Task brief -> Write out exactly what each line says, starting with the first line below and ending on the one with "size_t want = 0, words".

_ _ _

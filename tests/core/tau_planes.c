/* Bit planes: what they hold, by definition. The counts are compared in tau_grid.c. */
#include "pairs.h"

#include "../../src/tau_planes.h"

/* Each row has the words from its own on; the whole is filled up to a multiple of eight. */
static void size_of_planes(void **state)
{
    (void)state;
    for (size_t rows = 0; rows < 700; rows++) {
        size_t want = 0, words = row_words(rows);
        for (size_t row = 0; row < 64 * words; row++) want += words - row / 64;
        assert_int_equal(plane_words(rows), (want + 7) / 8 * 8);
    }
}

static void bits_by_definition(void **state)
{
    (void)state;
    uint64_t random = 21;
    double x[300];
    for (size_t k = 0; k < effort(60); k++) {
        size_t n = 1 + random_below(&random, 300), words = plane_words(n), per_row = row_words(n);
        pool p = { 0 };
        ranking *r;
        struct rank_room *room;
        random_columns(x, n, 1, kind_of_case(k, &random), &random);
        assert_int_equal(new_rankings(n, 1, &r, &p), OK);
        assert_int_equal(new_rank_room(n, &room, &p), OK);
        rank_values(x, n, r, room);
        uint64_t *bits = pool_take(&p, 2 * words + 2 * per_row, sizeof *bits);
        struct planes planes = { bits, bits + words, bits + 2 * words };
        fill_planes(r, &planes, bits + 2 * words + per_row);

        size_t at = 0;                           /* of a row's own word */
        for (size_t i = 0; i < n; i++) {
            for (size_t j = i / 64 * 64; j < 64 * per_row; j++) {
                size_t word = at + j / 64 - i / 64;
                bool later = j > i && j < n;
                assert_int_equal(planes.above[word] >> j % 64 & 1, later && x[j] > x[i]);
                assert_int_equal(planes.below[word] >> j % 64 & 1, later && x[j] < x[i]);
            }
            assert_int_equal(planes.observed[i / 64] >> i % 64 & 1, !is_gap(x[i]));
            at += per_row - i / 64;
        }
        pool_empty(&p);
    }
}

int main(void)
{
    const struct CMUnitTest tests[] = {
        cmocka_unit_test(size_of_planes), cmocka_unit_test(bits_by_definition),
    };
    return cmocka_run_group_tests_name("tau_planes", tests, NULL, NULL);
}
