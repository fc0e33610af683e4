/* Tests of addin/functions/inspect.c: what comes back, and what WHY would say. */
#include "cells.h"

static status ask(const char *name, const char *matrix, double a, double b, size_t n, value *out,
                  report *r)
{
    value in[3] = { cells(r->pool, matrix), number(a), number(b) };
    *r->why = *r->facts = 0;
    return call_function(function_named(name), in, n, out, r);
}

/* 2 - sqrt 2, 2, 2 + sqrt 2: the second difference matrix of order 3 */
static void eigenvalues_come_largest_first(void **unused)
{
    (void)unused;
    pool p = { .last = NULL };
    report r = { .pool = &p };
    value out;
    assert_int_equal(ask("eigen", ",a,b,c; a,2,-1,0; b,-1,2,-1; c,0,-1,2", 0, 0, 1, &out, &r), OK);
    assert_int_equal(out.table.rows, 3);
    assert_int_equal(out.table.cols, 1);
    for (size_t k = 0; k < 3; k++)
        assert_close(out.table.at[k], 2 + (1 - (double)k) * sqrt(2), 1e-14);
    assert_int_equal(ask("eigen", "h,i; 1,2; 2.5,1", 0, 0, 1, &out, &r), BAD_KIND);
    assert_string_equal(r.why, "matrix is not symmetric: 2 stands in row 2, column 2, but 2.5 in "
                               "the opposite cell");
    pool_empty(&p);
}

static void assert_feasible(const char *matrix, double floor, double want, const char *facts)
{
    pool p = { .last = NULL };
    report r = { .pool = &p };
    value out;
    assert_int_equal(ask("feasible", matrix, floor, 0, 2, &out, &r), OK);
    assert_same(out.number, want);
    assert_string_equal(r.facts, facts);
    pool_empty(&p);
}

static void feasible_says_why_not(void **unused)
{
    (void)unused;
    assert_feasible("1,0.9;0.9,1", 0, 1, "the lowest eigenvalue is 0.1");
    assert_feasible("1,0.9;0.9,1", 0.2, 0, "the lowest eigenvalue is 0.1");
    assert_feasible("1,0.9,0;0.9,1,0.9;0,0.9,1", 0, 0, "the lowest eigenvalue is -0.272792");
    assert_feasible("1,0.9;0.8,1", 0, 0, "matrix is not symmetric: 0.9 stands in row 1, column 2, "
                                         "but 0.8 in the opposite cell");
    assert_feasible("1,2;2,1", 0, 0, "matrix has 2 in row 1, column 2, outside [-1;1]");
    assert_feasible(",a,b;a,1,0;b,0,2", 0, 0,
                    "header of matrix skipped (\"a\", ...); matrix has 2 on its diagonal, in row "
                    "3, column 3, where 1 must stand");
}

/* The limits for 0.5 and 0.7 of Stanley & Wang (1969), as printed to eight digits. */
static void leeway_of_an_entry(void **unused)
{
    (void)unused;
    pool p = { .last = NULL };
    report r = { .pool = &p };
    value out;
    const char *m = "1,0.5,0;0.5,1,0.7;0,0.7,1";
    assert_int_equal(ask("leeway", m, 1, 3, 3, &out, &r), OK);
    assert_within(out.table.at[0], -0.26846584, 1e-8);
    assert_within(out.table.at[1], 0.96846584, 1e-8);
    assert_int_equal(ask("leeway", m, 1, 4, 3, &out, &r), OUT_OF_DOMAIN);
    assert_string_equal(r.why, "column is 4, but matrix has only 3");
    assert_int_equal(ask("leeway", m, 2, 2, 3, &out, &r), OUT_OF_DOMAIN);
    assert_string_equal(r.why, "row and column are both 2, and the diagonal is always 1");
    m = "1,0,0,0;0,1,0.9,0;0,0.9,1,0.9;0,0,0.9,1";
    assert_int_equal(ask("leeway", m, 1, 2, 3, &out, &r), OUT_OF_DOMAIN);
    assert_string_equal(r.why, "no value of this entry makes the matrix feasible: without line 1 "
                               "or without line 2 it is not feasible either");
    pool_empty(&p);
}

/* Five lines all at -0.3 clash as a whole (1 - 4 x 0.3 < 0), but no three of them (1 - 2 x 0.3 >
 * 0). */
static void clashes_are_listed_worst_first(void **unused)
{
    (void)unused;
    pool p = { .last = NULL };
    report r = { .pool = &p };
    value out;
    const char *m = "1,0.9,0,0;0.9,1,0.9,0;0,0.9,1,-0.8;0,0,-0.8,1";
    assert_int_equal(ask("clashes", m, 0, 0, 1, &out, &r), OK);
    assert_int_equal(out.table.rows, 2);
    assert_int_equal(out.table.cols, 6);
    const double first[] = { 1, 2, 3, 1 - 0.9 * sqrt(2), -sqrt(0.19), sqrt(0.19) };
    const double second[] = { 2, 3, 4, 1 - sqrt(0.81 + 0.64) };
    for (size_t k = 0; k < 6; k++) assert_within(out.table.at[k], first[k], 1e-14);
    for (size_t k = 0; k < 4; k++) assert_within(out.table.at[6 + k], second[k], 1e-14);
    assert_string_equal(r.facts, "2 triples cannot stand together");
    assert_int_equal(ask("clashes", m, 1, 0, 2, &out, &r), OK);
    assert_int_equal(out.table.rows, 1);
    m = "1,-.3,-.3,-.3,-.3;-.3,1,-.3,-.3,-.3;-.3,-.3,1,-.3,-.3;-.3,-.3,-.3,1,-.3;"
        "-.3,-.3,-.3,-.3,1";
    assert_int_equal(ask("clashes", m, 0, 0, 1, &out, &r), OK);
    assert_int_equal(out.table.rows, 1);
    for (size_t k = 0; k < 6; k++) assert_same(out.table.at[k], 0);
    assert_string_equal(r.facts, "each triple can stand, but the matrix as a whole cannot");
    pool_empty(&p);
}

static void memory_may_end_anywhere(void **unused)
{
    (void)unused;
    const char *names[] = { "eigen", "feasible", "leeway", "clashes" };
    const char *m = "1,0.9,0,0;0.9,1,0.9,0;0,0.9,1,-0.8;0,0,-0.8,1";
    for (size_t k = 0; k < 4; k++) {
        status s = NO_MEMORY;
        for (size_t fail = 1; s == NO_MEMORY; fail++) {
            pool p = { .last = NULL };
            report r = { .pool = &p };
            value in[3] = { cells(&p, m), number(1), number(1 + (double)k) }, out;
            p.taken = 0;
            p.fail_at = fail;
            s = call_function(function_named(names[k]), in, k == 0 ? 1 : k == 2 ? 3 : 2, &out, &r);
            if (s == NO_MEMORY) assert_true(fail < 60);
            pool_empty(&p);
        }
        assert_true(s == OK || s == OUT_OF_DOMAIN);
    }
}

int main(void)
{
    const struct CMUnitTest tests[] = {
        cmocka_unit_test(eigenvalues_come_largest_first),
        cmocka_unit_test(feasible_says_why_not),
        cmocka_unit_test(leeway_of_an_entry),
        cmocka_unit_test(clashes_are_listed_worst_first),
        cmocka_unit_test(memory_may_end_anywhere),
    };
    return cmocka_run_group_tests(tests, NULL, NULL);
}
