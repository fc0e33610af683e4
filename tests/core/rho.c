/* Spearman's rho and normal scores against their definitions, and exactness. */
#include "pairs.h"

#include "../../src/normal.h"
#include "../../src/rho.h"

/* twice the mid-rank of row i among the rows of x with a value in y */
static double mid_rank(const double *x, const double *y, size_t n, size_t i)
{
    double lower = 0, level = 0;
    for (size_t j = 0; j < n; j++) {
        if (is_gap(x[j]) || is_gap(y[j])) continue;
        lower += x[j] < x[i];
        level += x[j] == x[i];
    }
    return lower + (level + 1) / 2;
}

static double correlation(const double *a, const double *b, size_t n)
{
    double mean_a = 0, mean_b = 0, aa = 0, bb = 0, ab = 0;
    for (size_t i = 0; i < n; i++) {
        mean_a += a[i] / (double)n;
        mean_b += b[i] / (double)n;
    }
    for (size_t i = 0; i < n; i++) {
        aa += (a[i] - mean_a) * (a[i] - mean_a);
        bb += (b[i] - mean_b) * (b[i] - mean_b);
        ab += (a[i] - mean_a) * (b[i] - mean_b);
    }
    return ab / sqrt(aa * bb);
}

struct ranked {
    pool pool;
    ranking *r;
    struct rho_room *room;
};

static void rank_both(struct ranked *k, const double *x, const double *y, size_t n)
{
    struct rank_room *sorting;
    assert_int_equal(new_rankings(n, 2, &k->r, &k->pool), OK);
    assert_int_equal(new_rank_room(n, &sorting, &k->pool), OK);
    assert_int_equal(new_rho_room(n, &k->room, &k->pool), OK);
    rank_values(x, n, &k->r[0], sorting);
    rank_values(y, n, &k->r[1], sorting);
}

static status scores_of(struct ranked *k, size_t x, size_t y, double *got)
{
    size_t used;
    return normal_score_correlation(&k->r[x], &k->r[y], got, &used, k->room);
}

static void equals_definition(void **state)
{
    (void)state;
    uint64_t random = 61;
    double at[400], a[200], b[200], u[200], v[200];
    for (size_t k = 0; k < effort(400); k++) {
        size_t n = 4 + random_below(&random, 196), m = 0, used;
        random_columns(at, n, 2, kind_of_case(k, &random), &random);
        for (size_t i = 0; i < 4; i++) at[i] = at[n + 3 - i] = (double)i;
        for (size_t i = 0; i < n; i++) {
            if (is_gap(at[i]) || is_gap(at[n + i])) continue;
            a[m] = mid_rank(at, at + n, n, i);
            b[m++] = mid_rank(at + n, at, n, i);
        }
        for (size_t i = 0; i < m; i++) {
            u[i] = normal_quantile(a[i] / (double)(m + 1));
            v[i] = normal_quantile(b[i] / (double)(m + 1));
        }
        struct ranked both = { 0 };
        double rho, swapped, scores;
        rank_both(&both, at, at + n, n);
        assert_int_equal(spearman_rho(&both.r[0], &both.r[1], &rho, &used, both.room), OK);
        assert_int_equal(used, m);
        assert_within(rho, correlation(a, b, m), 1e-13);
        assert_int_equal(spearman_rho(&both.r[1], &both.r[0], &swapped, &used, both.room), OK);
        assert_same(swapped, rho);
        scores_of(&both, 0, 0, &swapped);            /* of another number of rows */
        assert_int_equal(scores_of(&both, 0, 1, &scores), OK);
        assert_within(scores, correlation(u, v, m), 1e-13);
        assert_int_equal(scores_of(&both, 1, 0, &swapped), OK);
        assert_same(swapped, scores);
        pool_empty(&both.pool);
    }
}

/* Genest & Favre (2007), six pairs: rho = 1/35. A hand-worked case with a tie: ranks 1 2.5 2.5 4
 * and 1 2 3 4 give 4.5/sqrt(4.5 5). */
static void published(void **state)
{
    (void)state;
    size_t n, used;
    double *x = dataset("gf6", &n), rho;
    struct ranked both = { 0 };
    rank_both(&both, x, x + n, n);
    assert_int_equal(spearman_rho(&both.r[0], &both.r[1], &rho, &used, both.room), OK);
    assert_close(rho, 1 / 35.0, 1e-15);
    free(x);
    double a[] = { 1, 5, 5, 9 }, b[] = { 1, 2, 3, 4 };
    rank_both(&both, a, b, 4);
    assert_int_equal(spearman_rho(&both.r[0], &both.r[1], &rho, &used, both.room), OK);
    assert_close(rho, 4.5 / sqrt(22.5), 1e-15);
    pool_empty(&both.pool);
}

static void perfect_dependence(void **state)
{
    (void)state;
    uint64_t random = 62;
    for (size_t n = 2; n < 3000; n = n * 3 / 2 + 1) {
        double *x = malloc(3 * n * sizeof *x), *y = x + n, *z = y + n, got;
        size_t used;
        for (size_t i = 0; i < n; i++) {
            x[i] = i < 2 ? (double)i : floor(random_normal(&random) * (n % 2 ? 10 : 1e9));
            y[i] = 3 * x[i];
            z[i] = -x[i];
        }
        struct ranked both = { 0 };
        rank_both(&both, x, y, n);
        assert_int_equal(spearman_rho(&both.r[0], &both.r[1], &got, &used, both.room), OK);
        assert_same(got, 1);
        assert_int_equal(scores_of(&both, 0, 1, &got), OK);
        assert_same(got, 1);
        rank_both(&both, x, z, n);
        assert_int_equal(spearman_rho(&both.r[0], &both.r[1], &got, &used, both.room), OK);
        assert_same(got, -1);
        assert_int_equal(scores_of(&both, 0, 1, &got), OK);
        assert_same(got, -1);
        pool_empty(&both.pool);
        free(x);
    }
}

static void special_cases(void **state)
{
    (void)state;
    double x[] = { 1, 2, NAN, 4 }, y[] = { 3, NAN, 1, NAN }, flat[] = { 5, 5, 7, 5 }, got;
    size_t used;
    struct ranked both = { 0 };
    rank_both(&both, x, y, 4);
    assert_int_equal(spearman_rho(&both.r[0], &both.r[1], &got, &used, both.room), TOO_FEW);
    assert_int_equal(used, 1);
    rank_both(&both, x, flat, 4);
    assert_int_equal(spearman_rho(&both.r[0], &both.r[1], &got, &used, both.room), NO_VARIATION);
    assert_int_equal(scores_of(&both, 1, 0, &got), NO_VARIATION);
    for (size_t k = 1; k <= 3; k++) {
        pool failing = { .fail_at = k };
        assert_int_equal(new_rho_room(5, &both.room, &failing), NO_MEMORY);
        pool_empty(&failing);
    }
    assert_int_equal(new_rho_room((1 << 21) + 1, &both.room, &both.pool), OUT_OF_DOMAIN);
    pool_empty(&both.pool);
}

int main(void)
{
    const struct CMUnitTest tests[] = {
        cmocka_unit_test(equals_definition), cmocka_unit_test(published),
        cmocka_unit_test(perfect_dependence), cmocka_unit_test(special_cases),
    };
    return cmocka_run_group_tests_name("rho", tests, NULL, NULL);
}
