/* cells.h - arguments for tests of the seam, written as a sheet shows them:
 *
 *     cells(p, "motor,cargo; 1,2; ,0.5")
 *
 * Rows end with a semicolon, columns with a comma; an empty cell is a gap, what C reads as a number
 * is one, "..." in quotes is text whatever it holds, and all else is text.
 */
#ifndef TESTS_CELLS_H
#define TESTS_CELLS_H

#include "table.h"

#include "../../addin/function.h"
#include "../../addin/report.h"

static inline value number(double x)
{
    return (value){ .is = IS_NUMBER, .number = x };
}

static inline value text(const char *s)
{
    return (value){ .is = IS_TEXT, .text = s };
}

static inline value nothing(void)
{
    return (value){ .is = IS_NOTHING };
}

/* puts one cell's content, of n bytes without the blanks around it, into its place */
static inline void fill_cell(report *r, value *v, size_t row, size_t col, const char *s, size_t n)
{
    char *content = pool_take(r->pool, n + 1, 1), *end;
    memcpy(content, s, n);
    content[n] = 0;
    if (n >= 2 && *content == '"') {
        content[n - 1] = 0;
        put_text(r, v, row, col, content + 1);
        return;
    }
    double x = strtod(content, &end);
    if (n && !*end)
        put_number(v, row, col, x);
    else if (n)
        put_text(r, v, row, col, content);
}

static inline value cells(pool *p, const char *s)
{
    report r = { .pool = p };
    size_t rows = 1, cols = 1;
    for (const char *c = s; *c; c++) rows += *c == ';';
    for (const char *c = s; *c && *c != ';'; c++) cols += *c == ',';
    value v;
    assert_int_equal(new_table(&r, rows, cols, &v), OK);
    for (size_t i = 0; i < rows; i++)
        for (size_t j = 0; j < cols; j++) {
            s += strspn(s, " ");
            size_t n = strcspn(s, ",;"), used = n;
            while (used && s[used - 1] == ' ') used--;
            fill_cell(&r, &v, i, j, s, used);
            assert_int_equal(s[n], j + 1 < cols ? ',' : i + 1 < rows ? ';' : 0);
            s += n + 1;
        }
    return v;
}

#endif
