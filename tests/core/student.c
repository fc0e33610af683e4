/* Student's t and its chi-square: closed forms at 1, 2 and 4 degrees of freedom, quadrature in
 * long double and GSL at others, and the normal distribution at very many. */
#include "table.h"

#include "../../src/elementary.h"
#include "../../src/normal.h"
#include "../../src/student.h"

#include <gsl/gsl_cdf.h>
#include <gsl/gsl_errno.h>

static const double many_df[] = { 0.05, 0.1, 0.3, 0.5, 1, 1.7, 2, 3, 4, 5.5, 10, 37, 200, 3000,
                                  1e6 };
enum { MANY = sizeof many_df / sizeof *many_df };

static const long double PI_LONG = 3.14159265358979323846264338327950288L;

/* the density at 0: Gamma((df+1)/2) / (sqrt(pi df) Gamma(df/2)), for many df as a series in 1/df */
static long double density_at_0(long double v)
{
    if (v > 1000) {
        long double series = 1 / 8.0L + (5 / 32.0L - 21 / (512 * v)) / v;
        return (1 - (1 - series / v) / (4 * v)) / sqrtl(2 * PI_LONG);
    }
    return expl(lgammal((v + 1) / 2) - lgammal(v / 2)) / sqrtl(v * PI_LONG);
}

/* The tail by the double exponential formula (Takahasi & Mori 1974) in long double, with t = -x +
 * (1 - x) exp(pi/2 sinh s). GSL's own function is off by 2e-8 at 37 degrees of freedom. */
static double tail_by_quadrature(double x, double df)
{
    long double sum = 0, step = 1 / 64.0L;
    for (int k = -400; k <= 590; k++) {
        long double s = k * step, u = (1 - x) * expl(PI_LONG / 2 * sinhl(s)), t = u - x;
        sum += PI_LONG / 2 * coshl(s) * u * expl(-(df + 1.0L) / 2 * log1pl(t / df * t));
    }
    return (double)(sum * step * density_at_0(df));
}

/* P(T <= x) for x < 0 */
static double exact_lower_tail(double x, double df)
{
    long double t = x;
    if (df == 1) return (double)(atanl(-1 / t) / PI_LONG);
    if (df == 2) {
        long double root = sqrtl(2 + t * t);
        return (double)(1 / (root * (root - t)));
    }
    if (df == 4) {
        long double s = t / sqrtl(4 + t * t), away = 4 / ((4 + t * t) * (1 - s));   /* 1 + s */
        return (double)(away * away * (2 - s) / 4);
    }
    return tail_by_quadrature(x, df);
}

/* Relative, down to probabilities of 1e-15. */
static void tail_is_close(void **state)
{
    (void)state;
    gsl_set_error_handler_off();
    for (size_t k = 0; k < MANY; k++) {
        pool p = { 0 };
        struct student s;
        double df = many_df[k];
        assert_int_equal(student_tables(&s, df, &p), OK);
        for (double u = 0.49; u > 1e-15; u *= 0.83) {
            double x = gsl_cdf_tdist_Pinv(u, df);
            if (!(x > -1e140)) break;                    /* GSL overflows */
            assert_close(student_probability(&s, x), exact_lower_tail(x, df), 1e-12);
            assert_close(student_probability(&s, -x), 1 - exact_lower_tail(x, df), 1e-14);
        }
        assert_within(student_probability(&s, 0), 0.5, 1.2e-16);
        assert_same(student_probability(&s, -INFINITY), 0x1p-53);
        assert_same(student_probability(&s, INFINITY), 1 - 0x1p-53);
        assert_same(student_probability(&s, NAN), NAN);
        pool_empty(&p);
    }
}

/* The chi-square quantile put back into GSL's incomplete gamma function, which itself is good to
 * 1e-12 here for at most 200 degrees of freedom. */
static void chi_square_is_close(void **state)
{
    (void)state;
    gsl_set_error_handler_off();
    for (size_t k = 0; k < MANY && many_df[k] <= 200; k++) {
        pool p = { 0 };
        struct student s;
        double df = many_df[k];
        assert_int_equal(student_tables(&s, df, &p), OK);
        for (double z = -8.2; z < 8.2; z += 0.0931) {
            double log_chi = log_chi_square(&s, z);
            if (log_chi < -690) continue;
            double chi = exp(log_chi);
            if (z < 0) assert_close(gsl_cdf_chisq_P(chi, df), normal_probability(z), 1e-11);
            else assert_close(gsl_cdf_chisq_Q(chi, df), normal_probability(-z), 1e-11);
        }
        pool_empty(&p);
    }
}

/* Far down, P(chi2 <= x) = (x/2)^(df/2) / Gamma(df/2 + 1): also where x itself underflows. */
static void chi_square_of_few_df(void **state)
{
    (void)state;
    static const double df[] = { 1e-4, 0.01, 0.05, 0.5 };
    for (size_t k = 0; k < 4; k++) {
        pool p = { 0 };
        struct student s;
        assert_int_equal(student_tables(&s, df[k], &p), OK);
        for (double z = -8.2; z < -7.8; z += 0.013) {
            double want = 2 / df[k] * (log(normal_probability(z)) + lgamma(df[k] / 2 + 1)) + log(2);
            assert_close(log_chi_square(&s, z), want, 1e-12);
        }
        pool_empty(&p);
    }
}

/* Wilson & Hilferty (1931): with many degrees of freedom the cube root of a chi-square is normal,
 * for |z| < 6 to within 10/df standard deviations (their error falls as 1/df). */
static void chi_square_of_many_df(void **state)
{
    (void)state;
    static const double df[] = { 1e6, 1e9, 1e12 };
    for (size_t k = 0; k < 3; k++) {
        pool p = { 0 };
        struct student s;
        double v = df[k];
        assert_int_equal(student_tables(&s, v, &p), OK);
        for (double z = -6; z < 6; z += 0.0931) {
            double third = 2 / (9 * v), log_chi = log(v) + 3 * log1p(z * sqrt(third) - third);
            double apart = (log_chi_square(&s, z) - log_chi) * sqrt(v / 2);
            assert_within(apart, 0, 10 / v + 6e-14 * sqrt(v));
        }
        pool_empty(&p);
    }
}

/* At both ends of the scores: chi-square with df 2 is exponential, its quantile at Phi(z) is
 * -2 log Phi(-z). The scores of uniforms stay inside them. */
static void chi_square_to_the_ends(void **state)
{
    (void)state;
    pool p = { 0 };
    struct student s;
    assert_int_equal(student_tables(&s, 2, &p), OK);
    double low = log_chi_square(&s, -8.24), high = log_chi_square(&s, 8.24);
    assert_close(low, log(erfc(8.24 / sqrt(2))), 1e-12);
    assert_close(high, log(-2 * log(0.5 * erfc(8.24 / sqrt(2)))), 1e-12);
    assert_true(normal_quantile(0x1p-53) > -8.24 && normal_quantile(1 - 0x1p-53) < 8.24);
    pool_empty(&p);
}

/* Both tables are continuous where their segments meet, at z = 0 where the marches meet too. */
static void segments_meet(void **state)
{
    (void)state;
    for (size_t k = 0; k < MANY; k++) {
        pool p = { 0 };
        struct student s;
        assert_int_equal(student_tables(&s, many_df[k], &p), OK);
        for (int n = -131; n <= 131; n++) {
            double z = n / 16.0, size = fabs(log_chi_square(&s, z));
            double slope = (log_chi_square(&s, z + 1e-3) - log_chi_square(&s, z - 1e-3)) / 2e-3;
            double jump = log_chi_square(&s, z + 1e-13) - log_chi_square(&s, z - 1e-13);
            assert_within(jump, 2e-13 * slope, 1e-13 * slope + 4e-15 * size + 1e-14);
        }
        for (size_t n = 1; n < s.segments; n++) {
            double below = 0, above = 0, half = 0.5;
            for (int m = STUDENT_TERMS - 1; m >= 0; m--) {
                below = below * half + s.tail[n - 1][m];
                above = above * -half + s.tail[n][m];
            }
            assert_close(above, below, 2e-15);
        }
        pool_empty(&p);
    }
}

static void many_at_a_time(void **state)
{
    (void)state;
    uint64_t pick = 6;
    for (size_t k = 0; k < MANY; k++) {
        pool p = { 0 };
        struct student s;
        assert_int_equal(student_tables(&s, many_df[k], &p), OK);
        double score[ROWS_AT_ONCE], log_chi[ROWS_AT_ONCE], x[ROWS_AT_ONCE], u[ROWS_AT_ONCE];
        for (int i = 0; i < ROWS_AT_ONCE; i++) {
            score[i] = random_normal(&pick);
            u[i] = x[i] = 3 * random_normal(&pick);
        }
        log_chi_squares_of_rows(&s, score, log_chi);
        u[0] = 0, u[1] = 30, u[2] = -30;
        student_probabilities_of_rows(&s, log_chi, u);
        assert_within(u[0], 0.5, 1.2e-16);
        for (int i = 3; i < ROWS_AT_ONCE; i++) {
            assert_same(log_chi[i], log_chi_square(&s, score[i]));
            assert_close(u[i], student_probability(&s, x[i] / sqrt(exp(log_chi[i]) / s.df)), 1e-12);
        }
        pool_empty(&p);
    }
}

/* As df grows T becomes Phi. */
static void becomes_normal(void **state)
{
    (void)state;
    pool p = { 0 };
    struct student s;
    assert_int_equal(student_tables(&s, 1e300, &p), OK);
    for (double x = -8.2; x < 8.2; x += 0.0317) {
        assert_close(student_probability(&s, x), normal_probability(x), 1e-13);
        assert_within(log_chi_square(&s, x), log(1e300), 1e-12);
    }
    pool_empty(&p);
}

static void df_outside_its_domain(void **state)
{
    (void)state;
    pool p = { 0 };
    struct student s;
    assert_int_equal(student_tables(&s, 0, &p), OUT_OF_DOMAIN);
    assert_int_equal(student_tables(&s, -1, &p), OUT_OF_DOMAIN);
    assert_int_equal(student_tables(&s, NAN, &p), OUT_OF_DOMAIN);
    assert_int_equal(student_tables(&s, INFINITY, &p), OUT_OF_DOMAIN);
    for (size_t n = 1; n <= 2; n++) {
        pool failing = { .fail_at = n };
        assert_int_equal(student_tables(&s, 4, &failing), NO_MEMORY);
        pool_empty(&failing);
    }
}

int main(void)
{
    const struct CMUnitTest tests[] = {
        cmocka_unit_test(tail_is_close),
        cmocka_unit_test(chi_square_is_close),
        cmocka_unit_test(chi_square_of_few_df),
        cmocka_unit_test(chi_square_of_many_df),
        cmocka_unit_test(chi_square_to_the_ends),
        cmocka_unit_test(segments_meet),
        cmocka_unit_test(many_at_a_time),
        cmocka_unit_test(becomes_normal),
        cmocka_unit_test(df_outside_its_domain),
    };
    return cmocka_run_group_tests(tests, NULL, NULL);
}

_ _ _

Written reply ->
filename tests/core/tau_planes.c
/* Bit planes: what they hold, by definition. The counts are compared in tau_grid.c. */
#include "pairs.h"

#include "../../src/tau_planes.h"

/* Each row has the words from its own on; the whole is filled up to a multiple of eight. */
static void size_of_planes(void **state)
{
    (void)state;
    for (size_t rows = 0; rows < 700; rows++) {
        size_t want = 0, words = row_words(rows);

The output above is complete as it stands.